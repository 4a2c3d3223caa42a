"""A k-cycle alone at second order in the exchange parameter (docs/perturbative.md, sections 4d and 4h), by
the pair decomposition of section 4d evaluated by quadrature: the independent route for `cycle_square`,
which sums the same pairs and pairs of pairs exactly (section 4l); the package itself does not call it
(tests/test_two_loop_fast.py, tests/test_cycle_square.py, benchmarks/cycle_square.py).

The same sum as tests/test_three_cycle.py `_k_cycle_orders` (the scalar version, kept there as the
cross-check for k = 3, 4): the single pairs (a, b) of the k strands exactly (the Aharonov-Bohm kernel with
the Gaussian law of the pair's end points, Schlaefli's form; one quadrature per lag b - a), the pairs of
pairs as Lambda_pq - C_pq with the angle covariance of Gaussian calculus and its equal-time term. Here the
pairs of pairs are integrated together on the graded rule of `two_loop_fast` (covariances compiled once,
evaluated on arrays): every kink (equal times) lies on s - t = -1, 0, 1, and two pairs are the same
vector only at the corners.
"""
from __future__ import annotations

import math
import warnings
from functools import cache
from itertools import combinations

import numpy as np
from scipy import integrate

from .two_loop_fast import Forms, line_rule, square_rule
from .two_loop_quadrature import laplace_x_k0


@cache
def _single(v: float, c: float, tol: float):
    """(first, second)-order parts of one pair whose relative vector has per-component variance v at
    each end and covariance c between its ends."""
    det = v * v - c * c
    a = v / (2 * det)
    weight = 1 / (math.pi * det)

    def laplace(t, phi):
        return laplace_x_k0(((np.cosh(t) + np.cos(phi)) / 2 - (c / det) * np.cos(phi)) / a) / a ** 2
    first = -weight * integrate.dblquad(laplace, 0, np.pi, 0, 50, epsabs=tol, epsrel=tol)[0]
    tail = weight * integrate.dblquad(lambda t, phi: laplace(t, phi) * t * np.sinh(t) / (np.cosh(t) + np.cos(phi)),
                                      0, np.pi, 0, 50, epsabs=tol, epsrel=tol)[0]

    def angle_law(phi):
        return weight * laplace_x_k0(-(c / det) * np.cos(phi) / a) / a ** 2
    return first, tail - 0.5 * integrate.quad(lambda phi: phi * phi * angle_law(phi), 0, np.pi, epsabs=tol)[0]


def _expectation_ab(c, v_a, v_b):
    """E[A.B/(|A|^2 |B|^2)] of two centred Gaussian planar vectors, elementwise."""
    rho2 = c * c / (v_a * v_b)
    safe = np.where(rho2 < 1e-14, 0.5, rho2)
    return np.where(rho2 < 1e-14, c / (2 * v_a * v_b), -np.log1p(-safe) * c / (2 * safe * v_a * v_b))


def k_cycle_orders(k: int, levels: int = 10, nodes: int = 12, tol: float = 1e-10):
    """(first, second)-order coefficients of the k-cycle cluster (1/k^2) E[e^{i alpha Theta}]."""
    def gam(h):
        h = h % k
        return h * (k - h) / k

    def pair_cov(p, q, lag):                 # cov(A_p(s), A_q(s - lag)) per component
        (a, b), (c, d) = p, q
        return -0.5 * (gam(a - c + lag) - gam(a - d + lag) - gam(b - c + lag) + gam(b - d + lag))
    pairs = list(combinations(range(k), 2))
    with warnings.catch_warnings():
        warnings.simplefilter("ignore", integrate.IntegrationWarning)
        singles = [_single(pair_cov(p, p, 0), pair_cov(p, p, 1), tol) for p in pairs]
    first = sum(f for f, _ in singles)
    second = sum(s for _, s in singles)
    forms, line_forms = Forms({"X": (1.0, k)}), Forms({"X": (1.0, k)})
    plan = []
    for p, q in combinations(pairs, 2):
        A = [("X", 0, (1, 0, 0), (p[0], 1, 0)), ("X", 0, (-1, 0, 0), (p[1], 1, 0))]       # s = x
        dA = [(z, 1, co, t) for z, _, co, t in A]
        B = [("X", 0, (1, 0, 0), (q[0], 0, 1)), ("X", 0, (-1, 0, 0), (q[1], 0, 1))]       # t = y
        s = [forms.slot(), forms.slot()]
        forms.add(A, B, s[0]); forms.add(dA, B, s[1])
        (a, b), (c, d) = p, q
        shared = (a == c) - (a == d) - (b == c) + (b == d)
        ls = None
        if shared:
            ls = line_forms.slot()
            line_forms.add(A, B, ls)
        plan.append((pair_cov(p, p, 0), pair_cov(q, q, 0), s, shared, ls))
    forms.compile(); line_forms.compile()
    u, y, w = square_rule(levels, nodes)
    vals = forms.evaluate(u, y)
    xl, wl = line_rule()
    lvals = line_forms.evaluate(0 * xl, xl) if line_forms.nslots else None
    for v_a, v_b, s, shared, ls in plan:
        c, c_s = vals[s[0]], vals[s[1]]
        c_t = -c_s
        det = v_a * v_b - c * c
        rho2 = c * c / (v_a * v_b)
        safe = np.where(rho2 < 1e-14, 0.5, rho2)
        sin2 = np.where(rho2 < 1e-14, 0.5, -(1 - safe) * np.log1p(-safe) / (2 * safe))
        g = -(v_a * v_b * c_s * c_t / det ** 2) * sin2 + (c * c_s * c_t / det) * _expectation_ab(c, v_a, v_b)
        lam_minus_angle = (1 / det - g) @ w
        if shared:
            lam_minus_angle -= shared * (_expectation_ab(lvals[ls], v_a, v_b) @ wl)
        second += lam_minus_angle
    return first / k ** 2, second / k ** 2
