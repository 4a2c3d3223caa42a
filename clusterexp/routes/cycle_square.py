"""The k-cycle alone at second order in the exchange parameter, exactly (docs/perturbative.md, section 4l).

The k-cycle cluster of one species (unit mass, about bosons) is (1/k^2) E[e^{i alpha Theta}], Theta the sum
of the angles of the C(k, 2) pairs of strands of one Brownian loop of duration k. Section 4d writes its
alpha^2 coefficient as a sum over the pairs and the pairs of pairs:

* one pair (a, b), lag j = b - a: its relative vector has per-component variance v = j(k - j)/k at each end
  and covariance v - 1 between its ends, rho = 1 - 1/v; its alpha^2 part is S(rho) = Li_2(rho^2)/4 - pi^2/24
  (derived in section 4l (i); the tests compare the Schlaefli form of section 4d by scipy,
  `cycle_alone._single`);
* two pairs p, q: Lambda - C, a lag integral int_{-1}^{1} (1 - |u|) F(c(u)) du with
  F(c) = 1/(V - c^2) + (c'^2/(2 c^2)) ln(1 - c^2/V), V the product of the two variances and c(u) the
  covariance of the two relative vectors at lag u, linear on [-1, 0] and on [0, 1] (the loop's variogram
  h(k - h)/k is quadratic, so only its kink at lag 0 survives); minus the equal-time term of strands the two
  pairs share, -shared * (-ln(1 - c(0)^2/V)/(2 c(0))).

Each half of a lag integral has an elementary antiderivative (`_half`): logarithms of sqrt(V) +- c with
coefficients in Q(sqrt V), logarithms of rationals, and Li_2(c^2/V) at the two ends. The module adds all of
it exactly (`surd_logs`: the logarithms; a table {x: q} for the dilogarithms, Li_2(1) = pi^2/6 read as pi^2)
and returns the canonical sympy expression. Nothing is assumed about the result: whatever does not cancel
is returned (a dilogarithm as sympy's polylog). For every k computed (k = 2 .. 40, section 4l) every
dilogarithm and every logarithm cancels and the result is the Fock-squared ring part
(1/2)[z^k] z ln^2(1 - z)/(1 - z).
"""
from __future__ import annotations

from collections import Counter, defaultdict
from fractions import Fraction
from functools import lru_cache
from itertools import combinations

import sympy

from ..progress import Progress
from .surd_logs import LogSum, Surd, canonical

SHOWN_FROM = 20    # show progress on a terminal from this k on (k = 40 takes about fourteen seconds)


def ring_part(k: int) -> Fraction:
    """The Fock-squared ring part of the k-cycle alone, (1/2)[z^k] z ln^2(1 - z)/(1 - z), exactly:
    ln^2(1 - z) = sum_{m >= 2} (2 H_{m-1}/m) z^m, so the coefficient is sum_{m=2}^{k-1} H_{m-1}/m."""
    harmonic, total = Fraction(0), Fraction(0)
    for m in range(2, k):
        harmonic += Fraction(1, m - 1)
        total += harmonic / m
    return total


def _lag_classes(k: int):
    """(halves, shared, lags): Counters of the distinct half lag integrals {(c0, c1, V): count}, of the
    equal-time terms {(c0, V): signed count}, and of the single pairs {j: count}."""
    def variogram(h):
        h %= k
        return Fraction(h * (k - h), k)

    def cov(p, q, lag):          # Cov(A_p(s), A_q(s - lag)) per component, A_p = X(s + a) - X(s + b)
        (a, b), (c, d) = p, q
        return -(variogram(a - c + lag) - variogram(a - d + lag) - variogram(b - c + lag)
                 + variogram(b - d + lag)) / 2
    pairs = list(combinations(range(k), 2))
    var = {p: cov(p, p, 0) for p in pairs}
    halves, shared = Counter(), Counter()
    for p, q in combinations(pairs, 2):
        V = var[p] * var[q]
        c0 = cov(p, q, 0)
        halves[(c0, cov(p, q, 1), V)] += 1
        halves[(c0, cov(p, q, -1), V)] += 1
        (a, b), (c, d) = p, q
        common = (a == c) - (a == d) - (b == c) + (b == d)
        if common and c0:
            shared[(c0, V)] += common
    return halves, shared, Counter(b - a for a, b in pairs)


class _Sum:
    """c_0 + sum_w q_w ln|w| + sum_x d_x Li_2(x) + e pi^2 with exact coefficients (logs merged by argument)."""

    def __init__(self):
        self.constant = Fraction(0)
        self.logs: dict = defaultdict(lambda: Surd(0))
        self.dilogs: dict = defaultdict(Fraction)
        self.pi2 = Fraction(0)

    def log(self, coefficient, argument) -> None:
        coefficient = coefficient if isinstance(coefficient, Surd) else Surd(coefficient)
        if coefficient != 0:
            argument = argument if isinstance(argument, Surd) else Surd(argument)
            self.logs[argument] = self.logs[argument] + coefficient

    def dilog(self, coefficient: Fraction, x: Fraction) -> None:
        if x == 1:
            self.pi2 += coefficient / 6
        elif x:
            self.dilogs[x] += coefficient

    def expression(self, scale: Fraction) -> sympy.Expr:
        terms = [(c * scale, w) for w, c in self.logs.items() if c != 0]
        out = canonical(LogSum({1: Surd(self.constant * scale)}, terms))
        pi2 = self.pi2 * scale
        out += sympy.Rational(pi2.numerator, pi2.denominator) * sympy.pi ** 2
        for x, q in sorted(self.dilogs.items()):
            if q:
                q = q * scale
                out += sympy.Rational(q.numerator, q.denominator) * sympy.polylog(2, sympy.Rational(x.numerator, x.denominator))
        return out


def _half(total: _Sum, c0: Fraction, c1: Fraction, V: Fraction, count: int) -> None:
    """count x int_0^1 (1 - w) F(c0 + (c1 - c0) w) dw added to `total` (F of the module's docstring, c' =
    c1 - c0). With c = c0 + sigma w: (1/sigma^2) int_{c0}^{c1} (c1 - c)/(V - c^2) dc + (1/2) int_{c0}^{c1}
    (c1 - c) ln(1 - c^2/V)/c^2 dc; the first is [-A ln|R - c| + B ln|R + c|], R = sqrt V, A = (c1 - R)/(2R),
    B = (c1 + R)/(2R); the second is (1/2)[c1 G(c1) - c1 G(c0)] + (1/4)[Li_2(c1^2/V) - Li_2(c0^2/V)] with
    G(c) = -ln(1 - c^2/V)/c - (1/R) ln((R + c)/(R - c)). A logarithm whose coefficient vanishes (c1 = +-R: the
    two pairs are one vector at the end of the lag range) is left out, so nothing diverges."""
    sigma = c1 - c0
    if sigma == 0:
        total.constant += Fraction(count, 2) / (V - c0 * c0)
        return
    R = Surd.sqrt(V)
    A, B = (c1 - R) / (2 * R), (c1 + R) / (2 * R)
    first = Fraction(count) / (sigma * sigma)
    for c, sign in ((c1, 1), (c0, -1)):
        total.log(-A * first * sign, R - c)
        total.log(B * first * sign, R + c)
    half = Fraction(count, 2)
    if c1:
        # c1 G(c1) = ln V - (1 - c1/R) ln|R - c1| - (1 + c1/R) ln|R + c1|
        total.log(half, V)
        total.log(-(1 - c1 / R) * half, R - c1)
        total.log(-(1 + c1 / R) * half, R + c1)
        if c0:   # - c1 G(c0); at c0 = 0 it vanishes
            total.log(half * c1 / c0, 1 - c0 * c0 / V)
            total.log((c1 / R) * half, R + c0)
            total.log(-(c1 / R) * half, R - c0)
    total.dilog(Fraction(count, 4), c1 * c1 / V)
    total.dilog(Fraction(-count, 4), c0 * c0 / V)


@lru_cache(maxsize=None)
def cycle_square(k: int) -> sympy.Expr:
    """The alpha^2 coefficient of the k-cycle cluster (1/k^2) E[e^{i alpha Theta}] of one species of unit
    mass about bosons, k >= 2, exactly: a sympy expression (a Rational for every k computed, the ring part).
    About fermions (alpha = 1 + e) the k-cycle is (-1)^(k-1) times the same function of e (its total angle
    is pi (k - 1) mod 2 pi): the caller's sign."""
    if isinstance(k, bool) or not isinstance(k, int) or k < 2:
        raise ValueError(f"k must be an integer >= 2, got {k!r}")
    report = Progress(enabled=None if k >= SHOWN_FROM else False)
    try:
        report.step(f"cluster the {k}-cycle alone at second order, exactly")
        return _total(k).expression(Fraction(1, k * k))
    finally:
        report.done()


def _total(k: int) -> _Sum:
    """k^2 times the k-cycle's alpha^2 coefficient as an unreduced `_Sum`: the single pairs, the half lag
    integrals and the equal-time terms."""
    halves, shared, lags = _lag_classes(k)
    total = _Sum()
    for j, count in lags.items():
        v = Fraction(j * (k - j), k)
        total.dilog(Fraction(count, 4), (v - 1) ** 2 / v ** 2)
        total.pi2 -= Fraction(count, 24)
    for (c0, c1, V), count in halves.items():
        _half(total, c0, c1, V, count)
    for (c0, V), count in shared.items():
        total.log(Fraction(count, 2) / c0, 1 - c0 * c0 / V)
    return total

------------------------------------------------------------

Directions » In the material above, find the line containing "SHOWN_FROM = 20" and the line containing "z^m, so the", then write out exactly those two lines and every line between them, and nothing more.

Response to the exercise »
SHOWN_FROM = 20    # show progress on a terminal from this k on (k = 40 takes about fourteen seconds)


def ring_part(k: int) -> Fraction:
    """The Fock-squared ring part of the k-cycle alone, (1/2)[z^k] z ln^2(1 - z)/(1 - z), exactly:
    ln^2(1 - z) = sum_{m >= 2} (2 H_{m-1}/m) z^m, so the coefficient is sum_{m=2}^{k-1} H_{m-1}/m."""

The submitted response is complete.